Нашу столярную мастерскую приспособили под временное жилье для погорельцев, а столяров перевели в сарай. Он стоит в глубине колхозного сада, темный, обшитый мягкими и как будто замшевыми досками, сгнившими у земли. Прежде тут хранили садовую технику, и в сарае еще пахнет нефтью, купоросом, на земляном полу яично-желтые, ядовитые пятна от химикатов. А на железную крышу, проржавленную, слоистую, кое-где даже просвечивающую, как мешковина, падают яблоки. Нынче много червя плодожорки, и все стукаются о крышу, катятся, подпрыгивая, мелкие яблочки с круглой, запекшейся дыркой на зеленом боку.

Яблони тут старые, посаженные, наверно, еще в тридцатых годах. Они уже не дают прироста, они кривые, осевшие к земле, с кривыми раздутыми сучьями, с дуплами, с трещинами на лохматой коре. Вишенник тоже старый, его совсем затянуло, заплело корневой порослью, и в нем сумрачно, как в лесу, и на шелушащихся вишневых стволах белеют грибы трутовики.

И еще мне видно шоссе, — оно пролегает между садом и нашей деревней. В просветах листвы горбится лента асфальта, серая с рыжими проплешинами, и над ней складчато волнуется, дрожит воздух. По шоссе непрерывно идут машины, панелевозы и самосвалы, алюминиевые трайлеры с надписью «плечевой рычаг», междугородные бешеные автобусы, цистерны с молоком, а по субботам и воскресеньям — «Победы» и «Волги» частников, забитые узлами, продуктами, детьми, с матрасами на багажниках, с грудами батонов у заднего стекла; бренчащие, разбитые колымаги загородных таксистов и небрежно помытые, поцарапанные, великолепные, низко и бесшумно стелющиеся машины дипломатов, едущих в Загорский монастырь.

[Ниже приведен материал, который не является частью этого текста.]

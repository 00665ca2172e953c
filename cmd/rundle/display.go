package main

import (
	"fmt"
	"io"
	"os"
	"sync"
	"time"

	"github.com/vbauerster/mpb/v8"
	"github.com/vbauerster/mpb/v8/decor"
	"golang.org/x/term"

	"rundle/internal/solve"
)

// display shows how a run gets on.
type display interface {
	update(p solve.Progress)
	close()
}

// newDisplay is a bar on a terminal, plain lines elsewhere.
func newDisplay(w io.Writer) display {
	if f, ok := w.(*os.File); ok && term.IsTerminal(int(f.Fd())) {
		return &bar{out: f}
	}
	return &lines{w: w, now: time.Now}
}

// lineEvery is the least time between two lines.
const lineEvery = 3 * time.Second

// lines writes a line at each change of phase and every few seconds.
type lines struct {
	w     io.Writer
	now   func() time.Time
	phase solve.Phase
	last  time.Time
}

func (l *lines) update(p solve.Progress) {
	if p.Phase == l.phase && l.now().Sub(l.last) < lineEvery {
		return
	}
	l.phase, l.last = p.Phase, l.now()
	fmt.Fprintln(l.w, progressText(p))
}

func (l *lines) close() {}

// progressText is one line on where a run stands.
func progressText(p solve.Progress) string {
	if p.Phase != solve.Sweeping {
		return string(p.Phase)
	}
	s := fmt.Sprintf("sweep %d", p.Sweep)
	if p.LargestBond > 0 {
		s += fmt.Sprintf(", bond dimension %d", p.LargestBond)
	}
	s += fmt.Sprintf(", energy %.10g", p.Energy)
	if p.Discarded > 0 {
		s += fmt.Sprintf(", discarded weight %.1e", p.Discarded)
	}
	return s
}

// bar shows the updates of the present sweep, with the time left of it. How many sweeps it takes nobody knows before.
type bar struct {
	out   *os.File
	all   *mpb.Progress // nil before the first update: notes come first
	one   *mpb.Bar
	sweep int

	mu   sync.Mutex // text is read by the drawing goroutine
	text string
}

func (b *bar) update(p solve.Progress) {
	if b.all == nil {
		b.all = mpb.New(mpb.WithOutput(b.out), mpb.WithWidth(40), mpb.WithRefreshRate(200*time.Millisecond))
	}
	b.mu.Lock()
	b.text = progressText(p)
	b.mu.Unlock()
	if p.Phase != solve.Sweeping || p.Of == 0 {
		if b.one == nil {
			b.begin(1)
		}
		return
	}
	if b.one == nil || p.Sweep != b.sweep {
		b.end()
		b.sweep = p.Sweep
		b.begin(int64(p.Of))
	}
	b.one.SetCurrent(int64(p.Done))
}

func (b *bar) begin(total int64) {
	b.one = b.all.AddBar(total, mpb.BarRemoveOnComplete(),
		mpb.PrependDecorators(decor.Any(func(decor.Statistics) string {
			b.mu.Lock()
			defer b.mu.Unlock()
			return b.text + " "
		})),
		mpb.AppendDecorators(decor.AverageETA(decor.ET_STYLE_GO), decor.Name(" left of this sweep")))
}

func (b *bar) end() {
	if b.one != nil {
		b.one.Abort(true)
		b.one.Wait()
		b.one = nil
	}
}

func (b *bar) close() {
	b.end()
	if b.all != nil {
		b.all.Wait()
	}
}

И еще мне виден завод, — слева, подступая к нашей деревне и саду, он высоко над макушками берез поднял пятнистые, бетонные свои корпуса, портальные краны, щербатые кирпичные трубы; на заводе мощно и глухо, с подземным гулом, бьет паровой молот; ревут, задыхаясь, двигатели на испытательных стендах, лязгают на путях составы… И я невольно слушаю все эти шумы и гулы и еще слышу, как надо мной на железную кровлю все падают, катятся, позванивая, мелкие яблоки.